> TASK:
Return, from the listing that follows, each line containing the word "second".

> DATASET EXTRACT:
import type { LineWords } from '../lexer/line-words';
import type { Columns } from '../report/report';

/**
 * Columns of a byte range: 1-based, first and one past the last, in UTF-16 units of the line decoded as
 * UTF-8, an invalid byte counting one. Worked out only when something is reported there.
 */
export function columnsOf(line: LineWords, from: number, to: number): Columns {
  if (!line.hasWide) return [from - line.start + 1, to - line.start + 1];
  return [unitsBefore(line, from) + 1, unitsBefore(line, to) + 1];
}

function unitsBefore(line: LineWords, end: number): number {
  const { bytes } = line;
  let units = 0;
  for (let at = line.start; at < end;) {
    const length = sequenceLength(bytes, at, line.end);
    units += length === 4 ? 2 : 1;
    at += length;
  }
  return units;
}

/** Bytes of the well-formed UTF-8 character at `at`, or 1 for a byte that begins none. */
function sequenceLength(bytes: Uint8Array, at: number, end: number): number {
  const lead = bytes[at]!;
  if (lead < 0xc2 || lead > 0xf4) return 1;
  const length = lead < 0xe0 ? 2 : lead < 0xf0 ? 3 : 4;
  if (at + length > end) return 1;
  const second = bytes[at + 1]!;
  // Over-long forms, surrogates and points past U+10FFFF are not well-formed (Unicode table 3-7).
  const low = lead === 0xe0 ? 0xa0 : lead === 0xf0 ? 0x90 : 0x80;
  const high = lead === 0xed ? 0x9f : lead === 0xf4 ? 0x8f : 0xbf;
  if (second < low || high < second) return 1;
  for (let i = 2; i < length; i++) if ((bytes[at + i]! & 0xc0) !== 0x80) return 1;
  return length;
}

> RESPONSE TO THE TASK:
  const second = bytes[at + 1]!;
  if (second < low || high < second) return 1;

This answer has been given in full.